- Task to complete: Go through the records line by line. Report how many lines contain "TEXT", with nothing else.

*-*-*

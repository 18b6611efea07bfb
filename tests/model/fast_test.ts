import assert from "node:assert/strict";
import { engineData, expectedSpectrum } from "../../src/model/mod.ts";
import { runSeries } from "../../src/run/mod.ts";
import { parseScenario, resolveScenario } from "../../src/scenario/mod.ts";
import { assertClose } from "../support/assert_close.ts";

const TEXT = await Deno.readTextFile(
  new URL("../../scenarios/gold_under_aluminum_al_kalpha.json", import.meta.url),
);

function spectrum(...overrides: string[]) {
  const resolved = resolveScenario(parseScenario(TEXT, "x-ray", overrides));
  const engine = engineData(resolved);
  return { resolved, engine, expected: expectedSpectrum(resolved, engine, runSeries(engine, 1, 64)) };
}

Deno.test("X-ray lines appear at h nu - binding energy - W_A - eU, Au 4f as ISO 15472 has it", () => {
  const { expected } = spectrum("sample.layers=[]");
  const level = expected.levels.find(({ name }) => name === "Au 4f7/2");
  assertClose(level!.kineticEnergyEv, 1486.7 - 83.96 - 4.4, { absolute: 1e-9 });
  const { counts, kineticEnergiesEv } = expected;
  const peak = kineticEnergiesEv[counts.indexOf(Math.max(...counts))];
  // The asymmetric line's maximum lies some meV below; the step is 0.1 eV.
  assertClose(peak, level!.kineticEnergyEv, { absolute: 0.1 });
});

Deno.test("forced and analogue tallies of the shipped X-ray scenario agree", () => {
  const { expected } = spectrum();
  let chiSquare = 0;
  let windows = 0;
  for (let c = 0; c + 40 <= expected.counts.length; c += 80) {
    // The middle of a window stands for it: neighbors share histories.
    const error = Math.hypot(expected.standardErrors[c + 20], expected.analogueStandardErrors[c + 20]);
    if (error === 0) continue;
    chiSquare += ((expected.counts[c + 20] - expected.analogueCounts[c + 20]) / error) ** 2;
    windows++;
  }
  // 99.99 % point of chi-square for 9 degrees of freedom: 33.7 (table, from memory).
  assert.ok(windows >= 8 && chiSquare < 35, `${chiSquare} in ${windows} windows`);
  const wrong = expected.counts[320] * 1.5 - expected.analogueCounts[320];
  assert.ok(Math.abs(wrong) > 4 * expected.analogueStandardErrors[320], "50 % more would be seen");
});

Deno.test("an overlayer weakens the substrate's line by exp(-d/(lambda cos theta)) without elastic events", () => {
  const none = "sample.transportMeanFreePathNm=null";
  const bare = spectrum(none, "sample.layers=[]", "analyzer.acceptanceHalfAngleDeg=2");
  const covered = spectrum(
    none,
    'sample.layers=[{"material":"Al","thicknessNm":1}]',
    "analyzer.acceptanceHalfAngleDeg=2",
  );
  const noLoss = ({ expected }: typeof bare) =>
    expected.levels.find(({ name }) => name === "Au 4f7/2")!.noLossPerPhoton;
  // TPP-2M of aluminum at 1402 eV from the table of the design: 2.3663 at 1000, 3.2352 at 1486.6 eV (non-relativistic).
  const row = covered.resolved.fast!.layers[0].inelasticMeanFreePathNm[350];
  assert.ok(row > 3 && row < 3.15, `${row} nm`);
  assertClose(noLoss(covered) / noLoss(bare), Math.exp(-1 / row), { relative: 3e-3 });
});

Deno.test("a window without a core level is an error, formulas outside their range a warning that names them", () => {
  assert.throws(
    () => spectrum("acquisition.startEv=100", "acquisition.endEv=150"),
    /must hold a line or its losses/,
  );
  const { resolved } = spectrum(
    'light={"kind":"band","centerEv":180,"fwhmEv":0.1}',
    "sample.layers=[]",
    "acquisition.startEv=60",
    "acquisition.endEv=110",
    "simulation.maxLossEv=40",
  );
  assert.match(resolved.warnings.map(({ message }) => message).join("\n"), /TPP-2M/);
});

*-*-*

- Result of this exercise: 2